**PROMPT**
Among the records below, find each line containing the word "SuspicionKind" and copy it.

**DATA SHOWN**
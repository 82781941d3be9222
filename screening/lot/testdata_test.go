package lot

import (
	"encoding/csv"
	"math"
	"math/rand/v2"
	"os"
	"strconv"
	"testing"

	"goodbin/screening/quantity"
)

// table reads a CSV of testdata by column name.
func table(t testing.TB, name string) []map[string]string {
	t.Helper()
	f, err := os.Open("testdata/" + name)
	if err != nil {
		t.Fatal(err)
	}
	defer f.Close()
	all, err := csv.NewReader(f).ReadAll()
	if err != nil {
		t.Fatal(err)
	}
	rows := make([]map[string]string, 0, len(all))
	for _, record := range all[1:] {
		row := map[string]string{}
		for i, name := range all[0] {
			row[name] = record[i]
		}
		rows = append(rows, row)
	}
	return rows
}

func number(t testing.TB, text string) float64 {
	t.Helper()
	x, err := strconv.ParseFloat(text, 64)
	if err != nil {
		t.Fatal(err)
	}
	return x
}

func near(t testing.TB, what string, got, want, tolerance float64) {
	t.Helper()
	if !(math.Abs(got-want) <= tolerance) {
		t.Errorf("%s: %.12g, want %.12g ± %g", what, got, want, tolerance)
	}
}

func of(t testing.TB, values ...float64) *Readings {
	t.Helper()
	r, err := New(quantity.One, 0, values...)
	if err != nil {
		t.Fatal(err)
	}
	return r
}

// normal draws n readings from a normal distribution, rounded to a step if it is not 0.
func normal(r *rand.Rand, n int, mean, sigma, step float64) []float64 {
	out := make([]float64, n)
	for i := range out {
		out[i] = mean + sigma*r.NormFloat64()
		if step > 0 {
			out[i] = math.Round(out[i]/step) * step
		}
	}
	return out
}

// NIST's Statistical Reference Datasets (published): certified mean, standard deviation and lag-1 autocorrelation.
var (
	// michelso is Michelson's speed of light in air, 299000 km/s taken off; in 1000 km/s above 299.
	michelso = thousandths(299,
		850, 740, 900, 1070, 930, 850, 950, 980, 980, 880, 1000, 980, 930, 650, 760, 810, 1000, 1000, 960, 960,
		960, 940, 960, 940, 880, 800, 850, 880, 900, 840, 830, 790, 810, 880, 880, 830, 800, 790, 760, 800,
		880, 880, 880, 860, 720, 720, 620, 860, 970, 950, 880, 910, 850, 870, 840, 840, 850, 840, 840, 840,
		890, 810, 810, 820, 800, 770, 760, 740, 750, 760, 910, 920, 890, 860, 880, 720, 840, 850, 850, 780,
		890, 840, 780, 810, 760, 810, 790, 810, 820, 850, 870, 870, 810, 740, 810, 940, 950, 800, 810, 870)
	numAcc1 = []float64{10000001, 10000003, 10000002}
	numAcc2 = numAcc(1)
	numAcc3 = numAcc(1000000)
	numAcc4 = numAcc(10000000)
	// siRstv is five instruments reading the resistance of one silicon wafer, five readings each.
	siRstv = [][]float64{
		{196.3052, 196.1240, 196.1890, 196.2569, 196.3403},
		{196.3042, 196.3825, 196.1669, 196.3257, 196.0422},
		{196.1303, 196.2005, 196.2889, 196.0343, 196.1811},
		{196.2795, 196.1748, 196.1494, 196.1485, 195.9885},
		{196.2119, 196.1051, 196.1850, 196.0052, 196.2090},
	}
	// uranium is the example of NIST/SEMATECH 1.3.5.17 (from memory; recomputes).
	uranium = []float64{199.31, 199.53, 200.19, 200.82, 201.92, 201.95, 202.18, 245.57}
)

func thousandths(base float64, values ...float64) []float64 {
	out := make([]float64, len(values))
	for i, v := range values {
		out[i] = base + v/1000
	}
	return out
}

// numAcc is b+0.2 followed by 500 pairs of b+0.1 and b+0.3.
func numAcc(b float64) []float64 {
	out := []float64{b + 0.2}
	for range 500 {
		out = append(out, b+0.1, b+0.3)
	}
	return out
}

--

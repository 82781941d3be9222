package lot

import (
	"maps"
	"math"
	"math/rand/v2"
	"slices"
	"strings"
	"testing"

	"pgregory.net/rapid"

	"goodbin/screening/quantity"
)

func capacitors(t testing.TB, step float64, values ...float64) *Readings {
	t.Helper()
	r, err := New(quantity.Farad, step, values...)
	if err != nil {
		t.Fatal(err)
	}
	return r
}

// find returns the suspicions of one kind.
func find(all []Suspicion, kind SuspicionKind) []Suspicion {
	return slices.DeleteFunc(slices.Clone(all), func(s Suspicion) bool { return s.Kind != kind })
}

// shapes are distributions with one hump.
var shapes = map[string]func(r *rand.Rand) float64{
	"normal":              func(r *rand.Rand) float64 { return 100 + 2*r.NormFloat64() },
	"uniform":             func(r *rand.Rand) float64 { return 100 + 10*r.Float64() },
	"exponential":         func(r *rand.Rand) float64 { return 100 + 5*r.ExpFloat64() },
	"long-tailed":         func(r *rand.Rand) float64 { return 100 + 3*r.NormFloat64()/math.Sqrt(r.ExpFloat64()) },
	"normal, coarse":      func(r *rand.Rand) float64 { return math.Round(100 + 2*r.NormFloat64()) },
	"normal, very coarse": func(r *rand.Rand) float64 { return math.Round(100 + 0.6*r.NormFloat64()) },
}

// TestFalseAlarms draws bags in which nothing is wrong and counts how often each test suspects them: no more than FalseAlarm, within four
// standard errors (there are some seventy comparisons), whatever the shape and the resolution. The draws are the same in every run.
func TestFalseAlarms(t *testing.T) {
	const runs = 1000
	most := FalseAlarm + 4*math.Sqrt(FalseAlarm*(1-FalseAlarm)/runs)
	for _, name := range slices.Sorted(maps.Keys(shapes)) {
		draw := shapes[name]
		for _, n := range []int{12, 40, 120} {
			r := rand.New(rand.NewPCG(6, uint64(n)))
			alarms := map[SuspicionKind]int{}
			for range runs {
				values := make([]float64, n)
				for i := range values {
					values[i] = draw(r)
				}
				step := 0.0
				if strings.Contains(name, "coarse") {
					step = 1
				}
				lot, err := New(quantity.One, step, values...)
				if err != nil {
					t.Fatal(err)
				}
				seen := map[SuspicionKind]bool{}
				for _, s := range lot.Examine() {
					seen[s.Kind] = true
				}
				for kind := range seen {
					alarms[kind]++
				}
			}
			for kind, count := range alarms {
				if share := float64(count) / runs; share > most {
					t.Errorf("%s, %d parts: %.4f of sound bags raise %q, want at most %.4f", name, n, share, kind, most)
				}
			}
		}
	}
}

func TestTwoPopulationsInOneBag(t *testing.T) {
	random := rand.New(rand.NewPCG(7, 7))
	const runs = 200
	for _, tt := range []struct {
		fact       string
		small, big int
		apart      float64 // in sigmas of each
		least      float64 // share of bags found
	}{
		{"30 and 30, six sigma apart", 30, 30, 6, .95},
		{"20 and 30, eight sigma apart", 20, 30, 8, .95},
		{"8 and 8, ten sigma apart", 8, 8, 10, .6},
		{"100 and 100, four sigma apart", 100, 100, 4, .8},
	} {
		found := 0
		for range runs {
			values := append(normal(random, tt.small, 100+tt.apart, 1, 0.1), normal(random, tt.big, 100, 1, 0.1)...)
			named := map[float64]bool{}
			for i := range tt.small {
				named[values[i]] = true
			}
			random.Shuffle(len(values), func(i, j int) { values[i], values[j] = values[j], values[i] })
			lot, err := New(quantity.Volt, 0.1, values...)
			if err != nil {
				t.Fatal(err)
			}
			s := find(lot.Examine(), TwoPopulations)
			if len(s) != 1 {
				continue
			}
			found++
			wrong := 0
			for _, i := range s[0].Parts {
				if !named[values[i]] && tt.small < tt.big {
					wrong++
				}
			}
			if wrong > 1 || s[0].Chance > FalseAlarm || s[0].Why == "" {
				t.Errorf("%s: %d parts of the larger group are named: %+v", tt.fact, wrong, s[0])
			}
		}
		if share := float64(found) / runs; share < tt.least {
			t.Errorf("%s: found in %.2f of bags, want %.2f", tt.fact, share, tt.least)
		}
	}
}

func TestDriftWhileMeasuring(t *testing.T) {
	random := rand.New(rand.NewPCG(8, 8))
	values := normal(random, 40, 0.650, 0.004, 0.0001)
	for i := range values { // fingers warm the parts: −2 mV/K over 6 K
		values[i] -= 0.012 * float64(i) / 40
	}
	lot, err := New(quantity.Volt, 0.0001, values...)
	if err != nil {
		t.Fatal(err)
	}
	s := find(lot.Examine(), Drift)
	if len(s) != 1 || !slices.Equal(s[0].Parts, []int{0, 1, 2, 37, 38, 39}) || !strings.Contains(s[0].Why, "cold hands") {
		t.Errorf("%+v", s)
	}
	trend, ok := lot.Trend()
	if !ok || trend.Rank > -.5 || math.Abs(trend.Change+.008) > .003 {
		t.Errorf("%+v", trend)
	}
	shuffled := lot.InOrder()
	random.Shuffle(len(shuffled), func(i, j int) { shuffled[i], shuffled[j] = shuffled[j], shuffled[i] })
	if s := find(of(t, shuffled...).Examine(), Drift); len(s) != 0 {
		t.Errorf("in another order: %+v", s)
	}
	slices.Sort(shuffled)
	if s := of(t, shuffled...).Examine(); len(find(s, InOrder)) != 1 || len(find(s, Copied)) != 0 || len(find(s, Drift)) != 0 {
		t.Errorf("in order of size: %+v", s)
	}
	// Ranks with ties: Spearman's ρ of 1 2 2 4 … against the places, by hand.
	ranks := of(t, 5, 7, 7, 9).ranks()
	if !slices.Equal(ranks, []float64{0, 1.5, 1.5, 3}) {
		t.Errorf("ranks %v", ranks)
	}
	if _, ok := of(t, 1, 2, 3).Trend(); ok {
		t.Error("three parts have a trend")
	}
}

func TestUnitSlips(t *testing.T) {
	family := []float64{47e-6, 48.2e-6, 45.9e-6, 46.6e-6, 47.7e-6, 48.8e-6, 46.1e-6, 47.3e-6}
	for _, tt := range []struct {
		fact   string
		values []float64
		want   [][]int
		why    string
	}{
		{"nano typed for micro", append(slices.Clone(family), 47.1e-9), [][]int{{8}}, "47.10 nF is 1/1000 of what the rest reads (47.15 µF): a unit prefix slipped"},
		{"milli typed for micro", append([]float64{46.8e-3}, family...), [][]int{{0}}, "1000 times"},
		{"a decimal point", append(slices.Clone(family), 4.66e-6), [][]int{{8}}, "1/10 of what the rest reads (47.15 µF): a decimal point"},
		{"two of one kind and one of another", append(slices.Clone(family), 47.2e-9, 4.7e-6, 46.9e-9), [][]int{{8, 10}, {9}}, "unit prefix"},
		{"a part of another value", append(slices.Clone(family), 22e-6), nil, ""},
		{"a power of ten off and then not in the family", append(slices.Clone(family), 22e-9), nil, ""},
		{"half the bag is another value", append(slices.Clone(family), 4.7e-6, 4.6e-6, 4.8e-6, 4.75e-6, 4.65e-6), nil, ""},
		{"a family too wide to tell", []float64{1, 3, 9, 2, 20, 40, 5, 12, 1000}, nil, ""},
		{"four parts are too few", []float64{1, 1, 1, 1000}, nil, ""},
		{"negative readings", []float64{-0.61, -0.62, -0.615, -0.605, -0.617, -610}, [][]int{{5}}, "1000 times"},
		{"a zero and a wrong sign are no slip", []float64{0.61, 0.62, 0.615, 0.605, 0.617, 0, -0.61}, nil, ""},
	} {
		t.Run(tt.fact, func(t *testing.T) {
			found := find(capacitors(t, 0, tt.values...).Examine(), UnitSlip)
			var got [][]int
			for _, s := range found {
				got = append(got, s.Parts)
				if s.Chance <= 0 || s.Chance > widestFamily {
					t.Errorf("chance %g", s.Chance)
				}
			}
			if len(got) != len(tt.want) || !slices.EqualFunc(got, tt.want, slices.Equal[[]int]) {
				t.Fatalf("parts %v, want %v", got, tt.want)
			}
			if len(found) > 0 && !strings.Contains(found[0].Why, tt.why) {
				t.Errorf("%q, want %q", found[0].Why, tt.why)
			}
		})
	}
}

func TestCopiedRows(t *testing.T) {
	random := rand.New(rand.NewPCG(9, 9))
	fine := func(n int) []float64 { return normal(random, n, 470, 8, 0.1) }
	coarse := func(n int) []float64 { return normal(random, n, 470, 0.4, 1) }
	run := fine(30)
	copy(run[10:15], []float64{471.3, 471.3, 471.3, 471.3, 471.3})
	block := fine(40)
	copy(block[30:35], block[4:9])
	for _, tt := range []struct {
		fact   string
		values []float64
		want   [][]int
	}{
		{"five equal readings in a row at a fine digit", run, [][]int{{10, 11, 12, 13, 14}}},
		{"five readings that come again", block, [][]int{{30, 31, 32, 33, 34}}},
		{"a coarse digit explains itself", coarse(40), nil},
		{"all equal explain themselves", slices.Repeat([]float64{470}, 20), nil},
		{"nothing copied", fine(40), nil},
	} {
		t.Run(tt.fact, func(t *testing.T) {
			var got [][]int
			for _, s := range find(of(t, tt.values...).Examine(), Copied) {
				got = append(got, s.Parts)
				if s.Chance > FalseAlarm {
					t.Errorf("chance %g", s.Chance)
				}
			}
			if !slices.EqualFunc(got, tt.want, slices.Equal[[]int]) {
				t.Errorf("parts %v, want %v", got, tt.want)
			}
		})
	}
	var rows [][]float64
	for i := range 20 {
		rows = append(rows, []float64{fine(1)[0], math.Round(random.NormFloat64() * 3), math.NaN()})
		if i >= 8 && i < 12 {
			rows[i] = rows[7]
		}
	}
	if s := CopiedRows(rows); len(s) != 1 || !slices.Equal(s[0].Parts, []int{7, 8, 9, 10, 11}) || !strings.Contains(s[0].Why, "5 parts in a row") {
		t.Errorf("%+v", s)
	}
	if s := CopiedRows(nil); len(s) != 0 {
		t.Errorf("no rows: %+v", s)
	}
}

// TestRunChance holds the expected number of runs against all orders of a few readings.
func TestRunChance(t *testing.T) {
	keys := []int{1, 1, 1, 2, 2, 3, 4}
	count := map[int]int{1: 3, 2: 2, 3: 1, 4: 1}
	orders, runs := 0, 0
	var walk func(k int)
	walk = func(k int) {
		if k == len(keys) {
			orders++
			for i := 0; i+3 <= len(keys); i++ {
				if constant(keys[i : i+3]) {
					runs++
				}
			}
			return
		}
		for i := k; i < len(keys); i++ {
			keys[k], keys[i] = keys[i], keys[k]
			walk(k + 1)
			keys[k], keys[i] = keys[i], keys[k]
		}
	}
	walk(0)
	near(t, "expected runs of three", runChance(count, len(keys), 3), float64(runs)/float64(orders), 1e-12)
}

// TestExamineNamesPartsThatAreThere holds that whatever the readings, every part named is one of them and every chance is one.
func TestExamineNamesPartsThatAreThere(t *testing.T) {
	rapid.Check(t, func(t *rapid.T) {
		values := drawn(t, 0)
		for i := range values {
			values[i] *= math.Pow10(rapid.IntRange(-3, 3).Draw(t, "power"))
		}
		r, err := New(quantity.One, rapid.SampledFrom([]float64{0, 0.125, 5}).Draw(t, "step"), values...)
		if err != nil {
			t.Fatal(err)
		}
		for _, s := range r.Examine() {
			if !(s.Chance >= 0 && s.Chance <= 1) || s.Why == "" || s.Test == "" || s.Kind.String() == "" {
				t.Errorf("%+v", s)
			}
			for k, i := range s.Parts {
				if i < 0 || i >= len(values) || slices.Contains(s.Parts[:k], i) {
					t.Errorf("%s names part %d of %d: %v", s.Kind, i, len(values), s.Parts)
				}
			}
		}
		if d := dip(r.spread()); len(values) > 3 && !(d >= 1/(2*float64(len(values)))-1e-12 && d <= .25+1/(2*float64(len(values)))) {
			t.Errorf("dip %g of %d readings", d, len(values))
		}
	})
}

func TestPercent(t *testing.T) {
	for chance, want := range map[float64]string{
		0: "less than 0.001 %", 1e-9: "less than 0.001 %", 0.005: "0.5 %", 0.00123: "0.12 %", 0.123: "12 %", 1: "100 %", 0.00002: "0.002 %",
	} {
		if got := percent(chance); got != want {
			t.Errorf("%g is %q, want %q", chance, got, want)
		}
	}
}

**ANSWER TO THE EXERCISE**
func find(all []Suspicion, kind SuspicionKind) []Suspicion {
			alarms := map[SuspicionKind]int{}
				seen := map[SuspicionKind]bool{}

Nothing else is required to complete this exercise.